I get excited by the ability of technology to help people live demonstrably better lives. In the UK, I saw a mature price-comparison market that educated consumers and gave them the confidence and tools needed to find the best savings accounts, cheapest loans and longest balance transfers. When I looked across the Atlantic, I felt like the U.S. market was focused on “lead generation” rather than helping educate consumers and helping them find the right product for their needs.
We have two pillars to our business. The first is content, and this summer we hired Mandi Woodruff from Yahoo Personal Finance as our executive editor. Our team is expanding, and we plan to provide unbiased, actionable answers to every possible personal finance question.

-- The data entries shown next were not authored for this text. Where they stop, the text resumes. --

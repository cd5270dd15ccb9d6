// SPDX-License-Identifier: MIT
#include "species/text_checks.h"

#include <cstddef>

namespace sevenfold::detail {

int SecondDocumentLine(const std::string& text) {
  const auto is_marker = [](const std::string& line, const char* marker) {
    return line.compare(0, 3, marker) == 0 &&
           (line.size() == 3 || line[3] == ' ' || line[3] == '\t' || line[3] == '\r');
  };
  bool seen_content = false, ended = false;
  int number = 0;
  std::size_t start = 0;
  while (start < text.size()) {
    std::size_t end = text.find('\n', start);
    if (end == std::string::npos) end = text.size();
    const std::string line = text.substr(start, end - start);
    start = end + 1;
    ++number;
    const std::size_t first = line.find_first_not_of(" \t\r");
    if (first == std::string::npos || line[first] == '#' || line[0] == '%') continue;
    if (is_marker(line, "---")) {
      if (seen_content || ended) return number;
      // "--- value": the document's content starts on this line.
      const std::size_t rest = line.find_first_not_of(" \t\r", 3);
      if (rest != std::string::npos && line[rest] != '#') seen_content = true;
      continue;
    }
    if (is_marker(line, "...")) {
      ended = true;
      continue;
    }
    if (ended) return number;
    seen_content = true;
  }
  return 0;
}

std::optional<TextPosition> TooDeepFlowNesting(const std::string& text) {
  enum class State { kPlain, kSingleQuoted, kDoubleQuoted, kComment };
  State state = State::kPlain;
  int depth = 0, line = 1, column = 0;
  char previous = '\n';
  for (std::size_t i = 0; i < text.size(); ++i) {
    const char c = text[i];
    ++column;
    if (c == '\n') {
      ++line;
      column = 0;
      if (state == State::kComment) state = State::kPlain;
      previous = c;
      continue;
    }
    switch (state) {
      case State::kComment:
        break;
      case State::kSingleQuoted:
        if (c == '\'') {
          if (i + 1 < text.size() && text[i + 1] == '\'') {
            ++i;  // '' is a quote inside the scalar
            ++column;
          } else {
            state = State::kPlain;
          }
        }
        break;
      case State::kDoubleQuoted:
        if (c == '\\') {
          ++i;  // an escape: the next character is part of the scalar
          ++column;
        } else if (c == '"') {
          state = State::kPlain;
        }
        break;
      case State::kPlain:
        if (c == '#' && (previous == ' ' || previous == '\t' || previous == '\n')) {
          state = State::kComment;
        } else if (c == '\'') {
          state = State::kSingleQuoted;
        } else if (c == '"') {
          state = State::kDoubleQuoted;
        } else if (c == '[' || c == '{') {
          if (++depth > kMaxFlowNesting) return TextPosition{line, column};
        } else if ((c == ']' || c == '}') && depth > 0) {
          --depth;
        }
        break;
    }
    previous = c;
  }
  return std::nullopt;
}

}  // namespace sevenfold::detail
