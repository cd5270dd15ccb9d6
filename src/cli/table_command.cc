// SPDX-License-Identifier: MIT
#include "cli/table_command.h"

#include <iostream>
#include <memory>

#include "formation/formation.h"
#include "statmech/species_thermo.h"

namespace sevenfold::cli {

void SetupTableCommand(CLI::App& app, int& exit_status) {
  auto options = std::make_shared<TableOptions>();
  CLI::App* command = app.add_subcommand(
      "table", "Print exact ideal-gas Cp, S, H tables computed from species files");
  command->add_option("files", options->species_files, "Species YAML files")
      ->required()
      ->check(CLI::ExistingFile);
  command->add_option("--species", options->species_names,
                      "Only this species (repeatable)");
  AddTemperatureOptions(*command, options->temperatures);
  AddFormatOption(*command, options->format);
  command->callback([options, &exit_status] { exit_status = RunTableCommand(*options); });
}

int RunTableCommand(const TableOptions& options) {
  TemperatureChoice choice = options.temperatures;
  choice.Resolve(TemperatureChoice::Limit::kEngineRange);
  // Every species of the files replaces the built-in reference state of its label, also when
  // --species leaves it out of the table (docs/cli.md).
  const std::vector<Species> all = LoadSpecies(options.species_files, {});
  const std::vector<Species> species = LoadSpecies(options.species_files, options.species_names);
  const FormationModel formation(all);
  std::vector<TableRow> rows;
  std::vector<std::string> warnings;
  for (const Species& one : species) {
    const SpeciesThermo thermo(one);
    const std::vector<double> temperatures =
        choice.For(one.temperatures.low_k, one.temperatures.high_k);
    const FormationModel::Series series = formation.Tabulate(one, thermo, temperatures);
    const std::vector<ThermoPoint> points = thermo.Tabulate(temperatures);
    for (std::size_t i = 0; i < points.size(); ++i) {
      rows.push_back({one.name, one.standard_pressure_pa, points[i], std::nullopt,
                      series.points[i]});
    }
    if (!series.reason.empty()) {
      warnings.push_back("warning: formation properties left empty: " + series.reason);
    }
  }
  std::cout << FormatTable(rows, options.format);
  for (const std::string& warning : warnings) std::cerr << warning << "\n";
  return 0;
}

}  // namespace sevenfold::cli
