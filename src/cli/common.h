// SPDX-License-Identifier: MIT
// Pieces shared by the subcommands: loading and selecting species, temperature lists.
#pragma once

#include <string>
#include <vector>

#include <CLI/CLI.hpp>

#include "report/table_writer.h"
#include "mechanism/regenerate.h"
#include "species/species.h"

namespace sevenfold::cli {

// Reads the species files (on num_jobs threads: 0 means the machine's hardware threads) and keeps
// those named in `names` (all when empty), in file order. Throws Error for a name that no file
// defines.
std::vector<Species> LoadSpecies(const std::vector<std::string>& files,
                                 const std::vector<std::string>& names, int num_jobs = 1);

// Temperature selection shared by `table` and `eval`: --at, or --from/--to/--step, or nothing
// (then the default grid of each species).
struct TemperatureChoice {
  std::vector<double> at_k;
  double from_k = 0.0;
  double to_k = 0.0;
  double step_k = 0.0;  // > 0 when --from/--to/--step were given

  // The temperatures to use for a species whose range is [low_k, high_k].
  std::vector<double> For(double low_k, double high_k) const;
};

// Adds --at / --from / --to / --step bound to `choice`, and --format bound to `format`.
void AddTemperatureOptions(CLI::App& command, TemperatureChoice& choice);
void AddFormatOption(CLI::App& command, TableFormat& format);

// Adds --mid: "auto", a temperature in K, or absent (each species' own setting).
void AddMidOption(CLI::App& command, std::string& mid);
// Adds --jobs N (default: the machine's hardware threads).
void AddJobsOption(CLI::App& command, int& num_jobs);
// Adds --objective (minimax|least-squares) and --extrapolation-guard (off|FACTOR:BAND); both
// absent means each species' own setting (docs/fitting.md).
void AddObjectiveOptions(CLI::App& command, std::string& objective, std::string& guard);
// Turns --mid, --objective, --extrapolation-guard and --jobs into regeneration options. Throws
// Error for a malformed value.
RegenerateOptions MakeRegenerateOptions(const std::string& mid, const std::string& objective,
                                        const std::string& guard, int num_jobs);

// Prints each fit that misses its thresholds, or whose extrapolation leaves the sane band, on
// stderr naming the species and its file location. Returns 1 when a fit misses its thresholds
// and !allow_poor_fits, else 0.
int ReportPoorFits(const std::vector<SpeciesFit>& results, bool allow_poor_fits);

}  // namespace sevenfold::cli
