// SPDX-License-Identifier: MIT
#include "cli/eval_command.h"

#include <algorithm>
#include <cmath>
#include <iostream>
#include <memory>

#include <fmt/format.h>

#include "cli/common.h"
#include "core/error.h"
#include "entries/entries.h"
#include "report/entry_evaluation.h"

namespace sevenfold::cli {

void SetupEvalCommand(CLI::App& app, int& exit_status) {
  auto options = std::make_shared<EvalOptions>();
  CLI::App* command =
      app.add_subcommand("eval", "Evaluate the fitted polynomials of an entries file as a table");
  command->add_option("entries", options->entries_path, "Entries file")
      ->required()
      ->check(CLI::ExistingFile);
  command->add_option("--species", options->species_names, "Only this species (repeatable)");
  AddTemperatureOptions(*command, options->temperatures);
  AddFormatOption(*command, options->format);
  command->callback([options, &exit_status] { exit_status = RunEvalCommand(*options); });
}

int RunEvalCommand(const EvalOptions& options) {
  TemperatureChoice temperatures = options.temperatures;
  temperatures.Resolve(TemperatureChoice::Limit::kPositive);
  const EntriesFile file = ReadEntriesFile(options.entries_path);
  std::vector<std::string> names;
  for (const Entry& entry : file.entries) names.push_back(entry.name);
  std::vector<TableRow> rows;
  std::vector<std::string> warnings;
  for (const std::size_t i : SelectByName(names, options.species_names, options.entries_path)) {
    const Entry& entry = file.entries[i];
    const TwoRangePolynomial& p = entry.polynomial;
    int num_outside = 0;
    double lowest_k = 0.0, highest_k = 0.0;
    const std::vector<double> chosen = temperatures.For(p.t_low_k, p.t_high_k);
    const FormationModel::Series formation = EntryFormation(entry, file.entries, chosen);
    if (!formation.reason.empty()) {
      warnings.push_back("warning: formation properties left empty: " + formation.reason);
    }
    for (std::size_t k = 0; k < chosen.size(); ++k) {
      const double t = chosen[k];
      const ThermoPoint point = EvaluateEntry(entry, t);
      for (const double value : {point.cp_j_per_mol_k, point.s_j_per_mol_k, point.h_j_per_mol,
                                 point.h_minus_h298_j_per_mol, GibbsFunction(point)}) {
        if (!std::isfinite(value)) {
          throw Error(fmt::format(
              "{}: species '{}': the polynomial gives a non-finite Cp, S or H at {} K; expected "
              "temperatures at which it is finite",
              entry.location.ToString(), entry.name, t));
        }
      }
      const bool outside = t < p.t_low_k || t > p.t_high_k;
      if (outside) {
        lowest_k = num_outside == 0 ? t : std::min(lowest_k, t);
        highest_k = num_outside == 0 ? t : std::max(highest_k, t);
        ++num_outside;
      }
      rows.push_back({entry.name, entry.reference_pressure_pa, point, outside,
                      formation.points[k]});
    }
    if (num_outside > 0) {
      warnings.push_back(fmt::format(
          "{}: species '{}': warning: {} of {} temperatures ({} to {} K) outside the fitted "
          "range [{}, {}] K; the values there are extrapolations of the polynomial (marked {})",
          entry.location.ToString(), entry.name, num_outside, chosen.size(), lowest_k, highest_k,
          p.t_low_k, p.t_high_k,
          options.format == TableFormat::kText ? std::string("with ") + kOutsideRangeMarker
                                               : std::string(kOutsideRangeColumn) + " true"));
    }
  }
  std::cout << FormatTable(rows, options.format);
  for (const std::string& warning : warnings) std::cerr << warning << "\n";
  return 0;
}

}  // namespace sevenfold::cli
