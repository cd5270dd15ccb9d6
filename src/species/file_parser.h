// SPDX-License-Identifier: MIT
// The species-file parser shared by the reader's files (internal to src/species/): the problem
// list, a map's checked entries, the draft of a species being read, and FileParser, whose
// methods live in typed_values.cc (numbers, units, lists), section_readers.cc (one reader per
// section of a species) and species_reader.cc (the format check, one species, one file).
#pragma once

#include <fmt/format.h>
#include <yaml-cpp/yaml.h>

#include <algorithm>
#include <cstddef>
#include <map>
#include <optional>
#include <string>
#include <tuple>
#include <utility>
#include <vector>

#include "core/error.h"
#include "species/formula.h"
#include "species/item_split.h"
#include "species/species.h"
#include "species/species_schema.h"

namespace sevenfold::detail {

// More problems than this are summarised in one closing line: beyond it the list stops helping.
inline constexpr std::size_t kMaxReportedProblems = 100;
using namespace schema;  // the bands and tolerances (species/species_schema.h)


// Allowed keys per map, in the order messages list them: from the key table.
inline const std::vector<std::string>& kTopKeys = KeysOf(KeySection::kTop);
inline const std::vector<std::string>& kDefaultsKeys = KeysOf(KeySection::kDefaults);
inline const std::vector<std::string>& kSpeciesKeys = KeysOf(KeySection::kSpecies);
inline const std::vector<std::string>& kTemperatureKeys = KeysOf(KeySection::kFitTemperatures);
inline const std::vector<std::string>& kThresholdKeys = KeysOf(KeySection::kFitThresholds);
inline const std::vector<std::string>& kErrorScaleKeys = KeysOf(KeySection::kFitErrorScales);
inline const std::vector<std::string>& kDiatomicKeys = KeysOf(KeySection::kRovibrationalMap);
inline const std::vector<std::string>& kDiatomicStateKeys = KeysOf(KeySection::kRovibrationalState);
inline const std::vector<std::string>& kNuclearSpinKeys = KeysOf(KeySection::kSpinStatistics);
inline const std::vector<std::string>& kTorsionKeys = KeysOf(KeySection::kHinderedRotor);
inline const std::vector<std::string>& kTabulatedKeys = KeysOf(KeySection::kTabulatedCp);
// The species keys of molecular data, refused next to tabulated-cp (which replaces them).
inline const std::vector<std::string> kMolecularKeys = {
    "formation-enthalpy-0k", "symmetry-number", "rotational-constants", "moments-of-inertia",
    "structure", "vibrations", "frequency-scale", "electronic-levels", "spin-multiplicity",
    "optical-isomers", "centrifugal-distortion", "rovibrational-constants", "spin-statistics",
    "hindered-rotors"};

inline std::string JoinWords(const std::vector<std::string>& words) {
  std::string text;
  for (const std::string& word : words) {
    if (!text.empty()) text += ", ";
    text += word;
  }
  return text;
}

inline std::string Number(double value) { return fmt::format("{}", value); }

inline std::string NumberList(const std::vector<double>& values, const char* format = "{}") {
  std::string text = "[";
  for (std::size_t i = 0; i < values.size(); ++i) {
    if (i > 0) text += ", ";
    text += fmt::format(fmt::runtime(format), values[i]);
  }
  return text + "]";
}

inline std::string CompositionText(const std::map<std::string, int>& counts) {
  return FormatFormula(std::vector<std::pair<std::string, int>>(counts.begin(), counts.end()), 0);
}

// What a node holds, for "what was found" in messages.
inline std::string Describe(const YAML::Node& node) {
  if (!node.IsDefined() || node.IsNull()) return "nothing";
  if (node.IsScalar()) {
    std::string text = node.Scalar();
    constexpr std::size_t kMaxEcho = 60;
    if (text.size() > kMaxEcho) text = text.substr(0, kMaxEcho) + "...";
    return "'" + text + "'";
  }
  if (node.IsSequence()) {
    return "a list of " + std::to_string(node.size()) + (node.size() == 1 ? " item" : " items");
  }
  return "a map";
}

struct Problem {
  int file_index = 0;
  int line = 0;
  int column = 0;
  std::string text;
};

// Every problem found so far, across files; thrown together at the end.
class Problems {
 public:
  void Add(int file_index, int line, int column, std::string text) {
    problems_.push_back(Problem{file_index, line, column, std::move(text)});
  }
  std::size_t size() const { return problems_.size(); }

  void ThrowIfAny() {
    if (problems_.empty()) return;
    std::stable_sort(problems_.begin(), problems_.end(), [](const Problem& a, const Problem& b) {
      return std::tie(a.file_index, a.line, a.column) < std::tie(b.file_index, b.line, b.column);
    });
    std::string message;
    const std::size_t shown = std::min(problems_.size(), kMaxReportedProblems);
    for (std::size_t i = 0; i < shown; ++i) {
      if (i > 0) message += "\n";
      message += problems_[i].text;
    }
    if (problems_.size() > shown) {
      message +=
          "\n... and " + std::to_string(problems_.size() - shown) + " more problems not shown";
    }
    throw Error(message);
  }

 private:
  std::vector<Problem> problems_;
};

// A species name and where it was written, for the duplicate check across files.
struct NameRecord {
  std::string name;
  SourceLocation where;
  int file_index = 0;
};

// A map's entries in file order, after checking every key against the allowed ones.
struct Entry {
  std::string key;
  YAML::Node key_node;
  YAML::Node value;
};

class Entries {
 public:
  void Add(Entry entry) { entries_.push_back(std::move(entry)); }
  const Entry* Find(const std::string& key) const {
    for (const Entry& entry : entries_) {
      if (entry.key == key) return &entry;
    }
    return nullptr;
  }

 private:
  std::vector<Entry> entries_;
};

// A species while it is read: its values so far, and what the later sections may rely on. The
// section readers take it instead of a row of flags.
struct SpeciesDraft {
  Species species;
  YAML::Node label;                  // the label key: where missing keys are reported
  const Entries* entries = nullptr;  // the species' keys
  bool formula_ok = false;           // composition and charge read
  bool shape_ok = false;             // shape read and consistent with the atom count
  bool vibrations_ok = false;        // vibrations read without a problem
  bool has_rovibrational = false;    // rovibrational-constants given (B and modes may be omitted)
};

// The file-level settings every species starts from.
struct Defaults {
  TemperatureRanges temperatures;
  double pressure_pa = constants::kStandardPressureBar;
  QualityThresholds thresholds;
  FitRequest fit_request;
};

// "an atom", "a linear species", "a nonlinear species".
inline std::string ShapePhrase(Shape shape) {
  return shape == Shape::kAtom ? "an atom" : "a " + ToString(shape) + " species";
}

inline std::string Plural(std::size_t count, const std::string& noun) {
  return std::to_string(count) + " " + noun + (count == 1 ? "" : "s");
}

inline std::string ShapeCountRule(Shape shape, int num_atoms) {
  switch (shape) {
    case Shape::kAtom:
      return "none for an atom";
    case Shape::kLinear:
      return std::to_string(3 * num_atoms - 5) + " (3N-5 for a linear species of " +
             std::to_string(num_atoms) + " atoms)";
    case Shape::kNonlinear:
      return std::to_string(3 * num_atoms - 6) + " (3N-6 for a nonlinear species of " +
             std::to_string(num_atoms) + " atoms)";
  }
  return "";
}

class FileParser {
 public:
  FileParser(const std::string& text,
             const std::string& file_name,
             int file_index,
             Problems* problems)
      : text_(text), file_name_(file_name), file_index_(file_index), problems_(problems) {}

  // Reads the file, by species items when SplitSpeciesItems is sure of them and `allow_split`
  // (items parsed on up to num_jobs threads, 0: hardware threads), else as one document.
  // Returns true when the split was used.
  bool Parse(std::vector<NameRecord>* names,
             bool allow_split,
             int num_jobs,
             std::vector<Species>* species);

 private:
  SourceLocation Where(const YAML::Mark& mark) const {
    if (mark.is_null()) return SourceLocation{file_name_, 0, 0};
    return SourceLocation{file_name_, line_offset_ + mark.line + 1, mark.column + 1};
  }
  SourceLocation Where(const YAML::Node& node) const { return Where(node.Mark()); }

  // Records "file:line:column: <context>: <key>: <found>; expected <expected>".
  void Fail(const YAML::Node& at,
            const std::string& key,
            const std::string& found,
            const std::string& expected) {
    FailText(at.Mark(), key, found + "; expected " + expected);
  }
  void FailText(const YAML::Mark& mark, const std::string& key, const std::string& text) {
    const SourceLocation where = Where(mark);
    std::string message = where.ToString() + ": ";
    if (!context_.empty()) message += context_ + ": ";
    if (!key.empty()) message += key + ": ";
    message += text;
    problems_->Add(file_index_, where.line, where.column, std::move(message));
  }

  std::optional<Entries> ReadEntries(const YAML::Node& map,
                                     const std::string& key,
                                     const std::vector<std::string>& allowed);
  std::optional<double> ReadNumber(const YAML::Node& value,
                                   const std::string& key,
                                   const std::string& expected);
  std::optional<double> ReadPositive(const YAML::Node& value,
                                     const std::string& key,
                                     const std::string& what);
  std::optional<double> ReadAtLeast(const YAML::Node& value,
                                    const std::string& key,
                                    double minimum,
                                    const std::string& what);
  // A number within [minimum, maximum]; `what` names it ("a wavenumber in cm^-1").
  std::optional<double> ReadInRange(const YAML::Node& value,
                                    const std::string& key,
                                    double minimum,
                                    double maximum,
                                    const std::string& what);
  std::optional<int> ReadInteger(const YAML::Node& value,
                                 const std::string& key,
                                 const std::string& expected);
  std::optional<std::string> ReadString(const YAML::Node& value,
                                        const std::string& key,
                                        const std::string& expected);
  std::optional<double> ReadEnergy(const YAML::Node& value, const std::string& key);
  bool IsSequence(const YAML::Node& value, const std::string& key, const std::string& expected) {
    if (value.IsSequence()) return true;
    Fail(value, key, Describe(value), expected);
    return false;
  }

  std::optional<Defaults> ReadDefaults(const YAML::Node& node);
  // fit-objective, fit-extrapolation-guard and fit-error-scales of a defaults or species map,
  // over what *request already holds (error scales merged key by key).
  void ReadFitRequest(const Entries& entries, FitRequest* request);
  // A list of rotational constants (to cm^-1) or moments of inertia (to amu angstrom^2), each a
  // number with an optional unit.
  std::optional<std::vector<double>> ReadRotationalList(const YAML::Node& value,
                                                        const std::string& key,
                                                        bool moments);
  void ReadSpinMultiplicity(const Entry& entry, const Entries& entries, Species* species);
  // Kramers: an odd-electron species cannot have a single ground level.
  void CheckKramers(const YAML::Node& label_node, const Entries& entries, const Species& species);
  // True when `root` is a map whose first key is the format key with the supported version;
  // else records why (also: a file of the first layout, with the way to convert it).
  bool CheckFormat(const YAML::Node& root);
  bool ReadTemperatures(const YAML::Node& value, const std::string& key, TemperatureRanges* ranges);
  bool ReadThresholds(const YAML::Node& value,
                      const std::string& key,
                      QualityThresholds* thresholds);
  std::optional<double> ReadStandardPressure(const YAML::Node& value, const std::string& key);

  std::optional<Species> ReadSpecies(const YAML::Node& label_node,
                                     const YAML::Node& node,
                                     int index,
                                     const Defaults& defaults,
                                     std::vector<NameRecord>* names);
  // The species of a split file, or nullopt (nothing recorded) on any doubt or problem at all.
  std::optional<std::vector<Species>> ParseSplit(const SpeciesItemsSplit& split,
                                                 int num_jobs,
                                                 std::vector<NameRecord>* names);
  std::vector<Species> ParseWholeDocument(std::vector<NameRecord>* names);
  bool ReadFormula(const YAML::Node& value, Species* species);
  // Symmetry number, rotation, vibrations, electronic levels and the rest of the molecular data.
  void ReadMolecularData(SpeciesDraft* draft);
  void ReadRotation(SpeciesDraft* draft);
  std::optional<std::vector<GeometryAtom>> ReadGeometry(const YAML::Node& value);
  void ReadVibrations(SpeciesDraft* draft);
  void ReadElectronicLevels(const YAML::Node& value, Species* species);
  void ReadDiatomic(const Entry& entry, SpeciesDraft* draft);
  std::optional<DiatomicState> ReadDiatomicState(const YAML::Node& value,
                                                 const std::string& key,
                                                 bool list_form);
  void ReadNuclearSpin(const Entry& entry, SpeciesDraft* draft);
  void ReadTorsions(const Entry& entry, SpeciesDraft* draft);
  // tabulated-cp: the rows, the entropy anchor and the Wilhoit limits (section_readers.cc).
  void ReadTabulated(const Entry& entry, SpeciesDraft* draft);

  const std::string& text_;
  const std::string& file_name_;
  int file_index_;
  Problems* problems_;
  std::string context_;  // "defaults", "species 'CO2'", "species #3"; empty at the top level
  int line_offset_ = 0;  // lines of the file before text_, when text_ is one species item
  std::string defaults_canonical_;  // DefaultsCanonical of the file's defaults, "" without any
};

}  // namespace sevenfold::detail
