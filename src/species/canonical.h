// SPDX-License-Identifier: MIT
// The canonical form of species-file YAML nodes from which the provenance digest (input_digest)
// is computed: content only, not comments or layout (docs/species-schema.md).
#pragma once

#include <string>

#include <yaml-cpp/yaml.h>

namespace sevenfold::detail {

// Appends a canonical form of `node` for the input digest: a type letter, then a scalar's
// length-prefixed text, or a collection's item count followed by its items (maps: key, value, in
// file order). Explicit tags enter it; comments, indentation, quoting and flow or block style do
// not, so only content changes the digest. Aliases are written out in full; the node must have
// passed validation, whose schema bounds its depth (no cycles reach here).
void AppendCanonical(const YAML::Node& node, std::string* out);

// The part of every species' digest that comes from the file's `defaults` node.
std::string DefaultsCanonical(const YAML::Node& defaults);

}  // namespace sevenfold::detail
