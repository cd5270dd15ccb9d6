// SPDX-License-Identifier: MIT
#include "species/geometry.h"

#include <Eigen/Dense>
#include <algorithm>
#include <cmath>
#include <optional>
#include <string>

#include "core/constants.h"
#include "core/elements.h"

namespace sevenfold {

RigidRotor AnalyzeGeometry(const std::vector<GeometryAtom>& atoms) {
  if (atoms.empty()) throw Error("structure: no atoms; expected at least one atom");
  std::vector<double> masses;
  std::vector<Eigen::Vector3d> positions;
  double total_mass = 0.0;
  Eigen::Vector3d centre = Eigen::Vector3d::Zero();
  for (std::size_t i = 0; i < atoms.size(); ++i) {
    const GeometryAtom& atom = atoms[i];
    const std::optional<double> mass = AtomicWeightGPerMol(atom.element);
    if (!mass) {
      throw Error("geometry[" + std::to_string(i) + "]: unknown element '" + atom.element +
                  "'; expected an element symbol such as C, O or D");
    }
    const Eigen::Vector3d position(atom.x_angstrom, atom.y_angstrom, atom.z_angstrom);
    if (!position.allFinite()) {
      throw Error("geometry[" + std::to_string(i) + "]: non-finite coordinate; expected numbers");
    }
    masses.push_back(*mass);
    positions.push_back(position);
    total_mass += *mass;
    centre += *mass * position;
  }
  centre /= total_mass;

  // I = sum m (|r|^2 1 - r r^T) about the centre of mass.
  Eigen::Matrix3d inertia = Eigen::Matrix3d::Zero();
  for (std::size_t i = 0; i < positions.size(); ++i) {
    const Eigen::Vector3d r = positions[i] - centre;
    inertia += masses[i] * (r.squaredNorm() * Eigen::Matrix3d::Identity() - r * r.transpose());
  }
  const Eigen::SelfAdjointEigenSolver<Eigen::Matrix3d> solver(inertia, Eigen::EigenvaluesOnly);
  SEVENFOLD_ASSERT(solver.info() == Eigen::Success);
  const Eigen::Vector3d eigenvalues = solver.eigenvalues();  // ascending

  RigidRotor rotor;
  for (int k = 0; k < 3; ++k) {
    // Rounding can leave a tiny negative value where the exact moment is zero.
    rotor.moments_amu_angstrom2[k] = std::max(0.0, eigenvalues[k]);
  }
  const double largest = rotor.moments_amu_angstrom2[2];
  if (atoms.size() == 1 || largest <= 0.0) {
    // Several atoms all at one point also have no rotation; the reader rejects that case.
    rotor.shape = Shape::kAtom;
    return rotor;
  }
  if (rotor.moments_amu_angstrom2[0] <= kLinearMomentRelativeTolerance * largest) {
    rotor.shape = Shape::kLinear;
    rotor.rotational_constants_cm1 = {constants::kRotationalConstantTimesInertia / largest};
    return rotor;
  }
  rotor.shape = Shape::kNonlinear;
  for (int k = 0; k < 3; ++k) {
    rotor.rotational_constants_cm1.push_back(constants::kRotationalConstantTimesInertia /
                                             rotor.moments_amu_angstrom2[k]);
  }
  return rotor;
}

}  // namespace sevenfold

Our list of questions is long, and we are just at the beginning.
Our second pillar is our product marketplaces, where people can compare and shop for financial products. Unlike many companies, we don’t “sell” our #1 position. We rank our products based upon the value to the consumer, rather than the commission paid to us. That means we will make less money than our competitors, but I think we will win consumer trust in the long run. In the year ahead, we will continue to expand the number of product marketplaces, with a few big product verticals in the works.